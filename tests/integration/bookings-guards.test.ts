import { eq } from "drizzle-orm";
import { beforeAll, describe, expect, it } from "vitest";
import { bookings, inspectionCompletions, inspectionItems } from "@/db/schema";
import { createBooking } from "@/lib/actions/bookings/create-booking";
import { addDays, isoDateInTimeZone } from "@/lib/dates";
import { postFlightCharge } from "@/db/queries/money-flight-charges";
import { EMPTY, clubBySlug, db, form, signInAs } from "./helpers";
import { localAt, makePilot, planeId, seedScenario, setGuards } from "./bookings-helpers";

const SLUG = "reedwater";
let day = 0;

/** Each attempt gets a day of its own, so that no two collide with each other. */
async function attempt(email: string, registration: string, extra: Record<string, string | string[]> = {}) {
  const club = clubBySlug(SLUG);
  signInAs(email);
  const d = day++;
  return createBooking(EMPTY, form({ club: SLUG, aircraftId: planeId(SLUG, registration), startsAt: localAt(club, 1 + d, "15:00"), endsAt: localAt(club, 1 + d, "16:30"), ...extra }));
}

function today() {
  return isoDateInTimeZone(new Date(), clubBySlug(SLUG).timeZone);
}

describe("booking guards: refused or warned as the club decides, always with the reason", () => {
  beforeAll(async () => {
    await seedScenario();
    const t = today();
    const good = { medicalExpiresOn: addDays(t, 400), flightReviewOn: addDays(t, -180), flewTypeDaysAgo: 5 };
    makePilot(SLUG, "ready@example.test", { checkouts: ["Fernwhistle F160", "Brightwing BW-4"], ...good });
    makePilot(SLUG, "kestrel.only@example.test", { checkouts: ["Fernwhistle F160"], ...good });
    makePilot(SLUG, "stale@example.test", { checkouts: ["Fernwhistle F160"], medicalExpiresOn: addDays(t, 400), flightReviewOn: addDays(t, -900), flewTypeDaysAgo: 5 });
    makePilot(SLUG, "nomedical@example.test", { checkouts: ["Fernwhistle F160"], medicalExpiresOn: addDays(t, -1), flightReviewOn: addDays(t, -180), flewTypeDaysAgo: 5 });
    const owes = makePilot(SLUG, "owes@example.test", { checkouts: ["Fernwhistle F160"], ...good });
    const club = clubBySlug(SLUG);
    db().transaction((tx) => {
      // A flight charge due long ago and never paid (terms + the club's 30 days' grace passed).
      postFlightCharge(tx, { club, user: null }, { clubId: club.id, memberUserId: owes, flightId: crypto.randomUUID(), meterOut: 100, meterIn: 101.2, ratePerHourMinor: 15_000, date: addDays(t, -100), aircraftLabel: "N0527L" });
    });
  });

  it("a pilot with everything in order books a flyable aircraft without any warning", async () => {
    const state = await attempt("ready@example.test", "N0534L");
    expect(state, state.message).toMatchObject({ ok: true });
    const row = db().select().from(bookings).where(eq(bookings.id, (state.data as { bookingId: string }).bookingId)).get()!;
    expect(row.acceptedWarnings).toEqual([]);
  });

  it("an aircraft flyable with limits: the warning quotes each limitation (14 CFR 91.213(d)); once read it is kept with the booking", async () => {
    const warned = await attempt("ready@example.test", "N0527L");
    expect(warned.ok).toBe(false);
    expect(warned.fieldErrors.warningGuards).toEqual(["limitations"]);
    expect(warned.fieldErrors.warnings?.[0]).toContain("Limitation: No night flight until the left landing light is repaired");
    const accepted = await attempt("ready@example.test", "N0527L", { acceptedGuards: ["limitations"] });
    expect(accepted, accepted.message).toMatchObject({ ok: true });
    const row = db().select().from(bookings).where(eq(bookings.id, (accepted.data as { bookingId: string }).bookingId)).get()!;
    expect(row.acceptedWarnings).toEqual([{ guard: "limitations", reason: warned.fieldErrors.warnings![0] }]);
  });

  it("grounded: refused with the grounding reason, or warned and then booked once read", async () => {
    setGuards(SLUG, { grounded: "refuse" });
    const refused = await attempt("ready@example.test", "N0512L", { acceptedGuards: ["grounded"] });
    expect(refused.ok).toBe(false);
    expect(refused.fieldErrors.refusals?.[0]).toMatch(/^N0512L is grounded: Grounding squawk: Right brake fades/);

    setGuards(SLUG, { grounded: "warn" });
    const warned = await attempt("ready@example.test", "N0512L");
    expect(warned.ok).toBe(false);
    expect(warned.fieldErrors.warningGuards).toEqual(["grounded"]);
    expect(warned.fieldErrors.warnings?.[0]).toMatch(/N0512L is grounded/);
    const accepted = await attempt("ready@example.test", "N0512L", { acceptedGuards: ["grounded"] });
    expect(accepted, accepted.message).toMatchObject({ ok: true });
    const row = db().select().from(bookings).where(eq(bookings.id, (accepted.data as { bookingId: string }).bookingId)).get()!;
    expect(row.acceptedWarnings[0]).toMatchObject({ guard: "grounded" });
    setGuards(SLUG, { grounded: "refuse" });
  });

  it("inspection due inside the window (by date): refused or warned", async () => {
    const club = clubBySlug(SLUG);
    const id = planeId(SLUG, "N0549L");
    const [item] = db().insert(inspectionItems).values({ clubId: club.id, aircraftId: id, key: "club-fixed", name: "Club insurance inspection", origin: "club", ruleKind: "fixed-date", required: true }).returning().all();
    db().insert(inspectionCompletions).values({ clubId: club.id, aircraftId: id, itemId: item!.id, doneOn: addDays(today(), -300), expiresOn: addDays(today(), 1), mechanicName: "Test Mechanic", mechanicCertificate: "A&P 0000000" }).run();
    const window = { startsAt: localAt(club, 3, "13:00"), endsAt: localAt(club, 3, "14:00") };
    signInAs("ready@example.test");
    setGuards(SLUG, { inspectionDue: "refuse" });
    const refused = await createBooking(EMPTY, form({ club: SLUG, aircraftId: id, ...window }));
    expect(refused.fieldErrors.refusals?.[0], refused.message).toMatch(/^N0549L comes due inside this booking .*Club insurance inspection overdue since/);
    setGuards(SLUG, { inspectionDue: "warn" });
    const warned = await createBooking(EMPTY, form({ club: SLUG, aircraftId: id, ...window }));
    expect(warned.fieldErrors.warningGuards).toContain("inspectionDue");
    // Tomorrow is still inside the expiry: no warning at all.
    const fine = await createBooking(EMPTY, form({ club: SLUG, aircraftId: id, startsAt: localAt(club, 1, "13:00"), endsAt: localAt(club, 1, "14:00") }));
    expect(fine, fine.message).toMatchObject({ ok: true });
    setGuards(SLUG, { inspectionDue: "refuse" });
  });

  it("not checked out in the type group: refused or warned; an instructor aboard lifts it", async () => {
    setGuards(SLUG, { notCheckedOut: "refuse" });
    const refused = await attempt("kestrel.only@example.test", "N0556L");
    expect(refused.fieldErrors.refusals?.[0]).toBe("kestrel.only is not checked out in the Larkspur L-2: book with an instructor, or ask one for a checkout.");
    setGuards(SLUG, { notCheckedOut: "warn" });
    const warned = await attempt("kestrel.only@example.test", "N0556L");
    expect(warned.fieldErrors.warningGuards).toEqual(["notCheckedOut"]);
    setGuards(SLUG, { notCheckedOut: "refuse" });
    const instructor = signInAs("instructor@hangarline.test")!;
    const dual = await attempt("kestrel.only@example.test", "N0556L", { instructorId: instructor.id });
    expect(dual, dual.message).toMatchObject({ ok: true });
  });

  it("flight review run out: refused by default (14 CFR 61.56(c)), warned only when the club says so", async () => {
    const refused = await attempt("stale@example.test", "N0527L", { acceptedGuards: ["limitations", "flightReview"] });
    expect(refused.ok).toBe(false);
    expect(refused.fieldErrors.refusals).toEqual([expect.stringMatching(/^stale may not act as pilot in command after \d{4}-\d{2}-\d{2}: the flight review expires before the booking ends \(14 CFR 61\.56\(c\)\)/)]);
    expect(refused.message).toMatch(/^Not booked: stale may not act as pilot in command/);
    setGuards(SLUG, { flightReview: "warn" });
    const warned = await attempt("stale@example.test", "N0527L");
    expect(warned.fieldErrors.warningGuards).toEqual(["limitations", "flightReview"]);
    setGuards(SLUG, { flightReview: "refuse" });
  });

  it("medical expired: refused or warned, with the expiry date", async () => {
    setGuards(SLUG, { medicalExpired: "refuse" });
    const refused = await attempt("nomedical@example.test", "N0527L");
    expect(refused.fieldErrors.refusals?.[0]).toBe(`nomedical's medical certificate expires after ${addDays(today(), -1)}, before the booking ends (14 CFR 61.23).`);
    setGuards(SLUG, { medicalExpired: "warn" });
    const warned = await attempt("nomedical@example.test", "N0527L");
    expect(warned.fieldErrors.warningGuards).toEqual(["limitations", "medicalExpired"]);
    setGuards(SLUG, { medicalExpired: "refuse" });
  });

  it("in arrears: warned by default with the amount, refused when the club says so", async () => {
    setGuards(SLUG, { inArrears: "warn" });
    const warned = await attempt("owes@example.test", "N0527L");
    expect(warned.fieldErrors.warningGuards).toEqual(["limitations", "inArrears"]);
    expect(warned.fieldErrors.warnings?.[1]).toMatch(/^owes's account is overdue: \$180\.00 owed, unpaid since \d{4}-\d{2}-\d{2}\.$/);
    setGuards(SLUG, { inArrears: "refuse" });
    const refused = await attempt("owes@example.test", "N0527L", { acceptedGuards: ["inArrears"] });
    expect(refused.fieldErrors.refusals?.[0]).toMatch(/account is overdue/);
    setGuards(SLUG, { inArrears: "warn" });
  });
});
--
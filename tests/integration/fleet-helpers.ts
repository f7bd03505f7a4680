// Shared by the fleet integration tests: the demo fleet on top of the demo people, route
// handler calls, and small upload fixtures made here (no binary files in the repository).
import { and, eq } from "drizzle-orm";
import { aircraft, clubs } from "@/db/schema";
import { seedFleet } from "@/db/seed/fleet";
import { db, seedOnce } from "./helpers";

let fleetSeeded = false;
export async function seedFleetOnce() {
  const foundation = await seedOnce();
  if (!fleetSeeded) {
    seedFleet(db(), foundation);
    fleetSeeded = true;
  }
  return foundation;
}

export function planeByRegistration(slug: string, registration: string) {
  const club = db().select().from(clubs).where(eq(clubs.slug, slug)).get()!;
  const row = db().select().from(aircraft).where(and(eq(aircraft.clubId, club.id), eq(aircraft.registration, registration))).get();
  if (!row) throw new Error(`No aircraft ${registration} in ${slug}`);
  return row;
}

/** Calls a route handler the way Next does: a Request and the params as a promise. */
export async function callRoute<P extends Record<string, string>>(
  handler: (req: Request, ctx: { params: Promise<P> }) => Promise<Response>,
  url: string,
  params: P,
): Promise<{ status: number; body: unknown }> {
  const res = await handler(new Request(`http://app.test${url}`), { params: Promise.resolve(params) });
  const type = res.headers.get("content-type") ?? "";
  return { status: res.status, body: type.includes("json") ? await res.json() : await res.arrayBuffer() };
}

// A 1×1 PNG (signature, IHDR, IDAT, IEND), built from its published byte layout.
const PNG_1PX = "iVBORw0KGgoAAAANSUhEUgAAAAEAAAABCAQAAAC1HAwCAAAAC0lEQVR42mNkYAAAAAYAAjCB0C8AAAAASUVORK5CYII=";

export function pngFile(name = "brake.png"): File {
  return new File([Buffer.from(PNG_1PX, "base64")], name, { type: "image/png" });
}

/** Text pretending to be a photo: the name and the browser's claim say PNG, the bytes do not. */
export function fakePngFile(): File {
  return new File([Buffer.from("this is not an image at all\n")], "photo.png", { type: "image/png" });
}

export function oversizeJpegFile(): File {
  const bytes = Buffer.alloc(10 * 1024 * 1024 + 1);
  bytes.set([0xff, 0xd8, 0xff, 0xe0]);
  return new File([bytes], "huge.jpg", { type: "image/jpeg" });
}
* * *
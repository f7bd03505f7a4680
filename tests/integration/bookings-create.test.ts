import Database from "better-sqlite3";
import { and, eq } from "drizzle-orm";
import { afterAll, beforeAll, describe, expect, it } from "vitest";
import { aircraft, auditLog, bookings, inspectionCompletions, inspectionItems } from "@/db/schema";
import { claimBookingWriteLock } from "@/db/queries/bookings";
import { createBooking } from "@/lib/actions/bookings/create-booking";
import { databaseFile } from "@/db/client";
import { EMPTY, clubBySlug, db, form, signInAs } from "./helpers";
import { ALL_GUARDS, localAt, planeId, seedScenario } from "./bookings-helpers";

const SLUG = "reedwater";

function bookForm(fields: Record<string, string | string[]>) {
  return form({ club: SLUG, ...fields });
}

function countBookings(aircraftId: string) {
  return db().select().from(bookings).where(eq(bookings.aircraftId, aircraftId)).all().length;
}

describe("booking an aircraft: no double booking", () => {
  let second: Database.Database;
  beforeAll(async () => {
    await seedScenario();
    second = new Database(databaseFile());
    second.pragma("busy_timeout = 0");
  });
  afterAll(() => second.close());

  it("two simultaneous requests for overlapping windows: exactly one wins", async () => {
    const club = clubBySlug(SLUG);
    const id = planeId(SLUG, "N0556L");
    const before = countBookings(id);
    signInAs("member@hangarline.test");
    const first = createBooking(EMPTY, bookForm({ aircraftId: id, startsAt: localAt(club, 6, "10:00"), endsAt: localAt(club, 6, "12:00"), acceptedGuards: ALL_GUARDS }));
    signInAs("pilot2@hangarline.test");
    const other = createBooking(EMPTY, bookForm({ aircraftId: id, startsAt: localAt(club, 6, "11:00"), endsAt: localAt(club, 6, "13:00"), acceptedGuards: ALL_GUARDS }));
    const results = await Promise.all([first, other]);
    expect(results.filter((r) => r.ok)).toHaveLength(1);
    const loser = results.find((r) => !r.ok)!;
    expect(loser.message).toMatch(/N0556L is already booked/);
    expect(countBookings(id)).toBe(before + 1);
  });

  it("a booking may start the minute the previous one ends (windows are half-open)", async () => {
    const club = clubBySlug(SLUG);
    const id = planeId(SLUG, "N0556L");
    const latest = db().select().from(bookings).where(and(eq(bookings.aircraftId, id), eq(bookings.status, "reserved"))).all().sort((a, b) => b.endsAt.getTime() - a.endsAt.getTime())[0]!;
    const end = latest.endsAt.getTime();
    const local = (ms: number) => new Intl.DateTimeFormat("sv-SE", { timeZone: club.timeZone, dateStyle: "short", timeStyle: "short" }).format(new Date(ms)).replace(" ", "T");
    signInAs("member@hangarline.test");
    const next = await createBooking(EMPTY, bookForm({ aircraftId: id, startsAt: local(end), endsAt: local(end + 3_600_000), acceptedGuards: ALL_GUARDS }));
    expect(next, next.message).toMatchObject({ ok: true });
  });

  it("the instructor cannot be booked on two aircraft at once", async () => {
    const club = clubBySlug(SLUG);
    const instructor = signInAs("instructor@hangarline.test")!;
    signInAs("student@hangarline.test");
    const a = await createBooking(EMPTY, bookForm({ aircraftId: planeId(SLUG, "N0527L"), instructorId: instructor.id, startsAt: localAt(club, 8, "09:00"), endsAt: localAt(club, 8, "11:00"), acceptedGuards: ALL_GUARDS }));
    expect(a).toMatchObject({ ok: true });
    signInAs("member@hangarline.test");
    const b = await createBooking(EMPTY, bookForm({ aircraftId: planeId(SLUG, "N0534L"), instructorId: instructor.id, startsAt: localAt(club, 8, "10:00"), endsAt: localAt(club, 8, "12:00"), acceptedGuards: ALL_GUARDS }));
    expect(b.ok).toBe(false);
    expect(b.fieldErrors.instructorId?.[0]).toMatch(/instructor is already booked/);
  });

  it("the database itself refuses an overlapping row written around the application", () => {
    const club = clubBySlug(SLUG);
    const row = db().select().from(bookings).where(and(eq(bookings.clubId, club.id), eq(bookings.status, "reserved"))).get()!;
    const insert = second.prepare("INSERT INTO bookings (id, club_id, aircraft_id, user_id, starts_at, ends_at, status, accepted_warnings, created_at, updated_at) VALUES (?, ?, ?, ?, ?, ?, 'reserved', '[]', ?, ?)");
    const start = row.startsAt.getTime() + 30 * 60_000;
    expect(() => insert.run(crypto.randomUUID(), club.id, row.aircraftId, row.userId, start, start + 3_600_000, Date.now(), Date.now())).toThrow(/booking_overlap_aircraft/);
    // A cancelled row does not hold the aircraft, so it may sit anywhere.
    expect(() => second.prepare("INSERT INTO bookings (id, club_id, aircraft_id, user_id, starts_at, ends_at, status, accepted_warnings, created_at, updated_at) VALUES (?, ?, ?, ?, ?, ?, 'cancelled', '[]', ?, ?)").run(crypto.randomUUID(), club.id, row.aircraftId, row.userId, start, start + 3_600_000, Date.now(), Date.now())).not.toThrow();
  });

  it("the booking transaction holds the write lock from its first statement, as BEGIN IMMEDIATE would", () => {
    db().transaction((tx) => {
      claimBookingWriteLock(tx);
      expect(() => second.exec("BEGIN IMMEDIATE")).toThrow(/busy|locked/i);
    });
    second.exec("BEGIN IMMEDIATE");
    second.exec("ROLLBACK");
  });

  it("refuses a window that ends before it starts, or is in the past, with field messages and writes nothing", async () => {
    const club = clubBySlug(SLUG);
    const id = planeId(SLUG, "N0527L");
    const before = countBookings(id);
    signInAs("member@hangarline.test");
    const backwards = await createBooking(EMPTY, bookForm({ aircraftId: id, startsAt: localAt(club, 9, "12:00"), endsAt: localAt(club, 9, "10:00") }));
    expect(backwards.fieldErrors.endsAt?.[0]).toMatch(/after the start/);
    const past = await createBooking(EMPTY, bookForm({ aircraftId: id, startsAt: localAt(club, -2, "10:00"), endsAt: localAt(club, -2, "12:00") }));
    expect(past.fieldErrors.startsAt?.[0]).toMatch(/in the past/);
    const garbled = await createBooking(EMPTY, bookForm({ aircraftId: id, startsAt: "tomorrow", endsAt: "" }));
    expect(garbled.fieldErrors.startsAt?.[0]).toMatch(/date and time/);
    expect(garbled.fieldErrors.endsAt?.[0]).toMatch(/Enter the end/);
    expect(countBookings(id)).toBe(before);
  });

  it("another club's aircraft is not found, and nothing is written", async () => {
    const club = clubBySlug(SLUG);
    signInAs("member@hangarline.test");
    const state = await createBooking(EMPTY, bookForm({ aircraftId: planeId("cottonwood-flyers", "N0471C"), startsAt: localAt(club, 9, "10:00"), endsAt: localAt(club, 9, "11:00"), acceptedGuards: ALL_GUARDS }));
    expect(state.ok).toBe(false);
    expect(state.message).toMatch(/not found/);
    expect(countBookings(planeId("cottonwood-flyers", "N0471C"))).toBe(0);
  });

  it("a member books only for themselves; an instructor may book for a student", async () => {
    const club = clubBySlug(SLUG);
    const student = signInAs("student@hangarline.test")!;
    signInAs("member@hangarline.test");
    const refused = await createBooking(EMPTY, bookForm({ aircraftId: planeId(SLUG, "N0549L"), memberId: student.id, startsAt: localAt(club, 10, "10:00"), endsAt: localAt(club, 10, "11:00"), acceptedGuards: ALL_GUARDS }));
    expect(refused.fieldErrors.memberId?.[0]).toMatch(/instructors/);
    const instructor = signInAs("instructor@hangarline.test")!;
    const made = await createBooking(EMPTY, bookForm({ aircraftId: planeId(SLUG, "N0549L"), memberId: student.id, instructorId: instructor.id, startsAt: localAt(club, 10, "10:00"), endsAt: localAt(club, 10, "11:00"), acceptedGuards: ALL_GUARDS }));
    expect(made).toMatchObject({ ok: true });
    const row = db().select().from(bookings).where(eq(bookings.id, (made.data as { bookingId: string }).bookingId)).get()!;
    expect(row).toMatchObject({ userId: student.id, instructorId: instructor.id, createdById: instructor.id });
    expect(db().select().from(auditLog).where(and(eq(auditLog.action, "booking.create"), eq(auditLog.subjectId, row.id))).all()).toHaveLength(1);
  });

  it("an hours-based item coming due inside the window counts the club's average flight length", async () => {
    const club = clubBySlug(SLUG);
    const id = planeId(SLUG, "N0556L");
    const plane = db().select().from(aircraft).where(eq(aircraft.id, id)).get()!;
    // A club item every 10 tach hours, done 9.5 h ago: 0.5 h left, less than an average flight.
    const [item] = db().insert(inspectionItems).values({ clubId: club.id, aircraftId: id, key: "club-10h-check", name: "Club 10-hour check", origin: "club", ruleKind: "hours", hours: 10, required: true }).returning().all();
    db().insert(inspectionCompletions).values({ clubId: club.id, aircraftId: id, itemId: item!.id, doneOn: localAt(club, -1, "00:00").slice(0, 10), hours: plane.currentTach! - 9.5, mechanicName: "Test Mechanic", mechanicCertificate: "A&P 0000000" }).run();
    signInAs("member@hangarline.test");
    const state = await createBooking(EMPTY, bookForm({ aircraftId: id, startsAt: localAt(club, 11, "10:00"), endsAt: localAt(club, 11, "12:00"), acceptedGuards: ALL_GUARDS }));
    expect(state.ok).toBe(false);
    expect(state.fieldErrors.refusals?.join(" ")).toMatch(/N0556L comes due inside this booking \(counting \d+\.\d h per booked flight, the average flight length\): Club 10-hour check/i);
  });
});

#### [Task prompt]
Using the listing above, show every line that includes the string "student".

#### [Your response]
    signInAs("student@hangarline.test");
  it("a member books only for themselves; an instructor may book for a student", async () => {
    const student = signInAs("student@hangarline.test")!;
    const refused = await createBooking(EMPTY, bookForm({ aircraftId: planeId(SLUG, "N0549L"), memberId: student.id, startsAt: localAt(club, 10, "10:00"), endsAt: localAt(club, 10, "11:00"), acceptedGuards: ALL_GUARDS }));
    const made = await createBooking(EMPTY, bookForm({ aircraftId: planeId(SLUG, "N0549L"), memberId: student.id, instructorId: instructor.id, startsAt: localAt(club, 10, "10:00"), endsAt: localAt(club, 10, "11:00"), acceptedGuards: ALL_GUARDS }));
    expect(row).toMatchObject({ userId: student.id, instructorId: instructor.id, createdById: instructor.id });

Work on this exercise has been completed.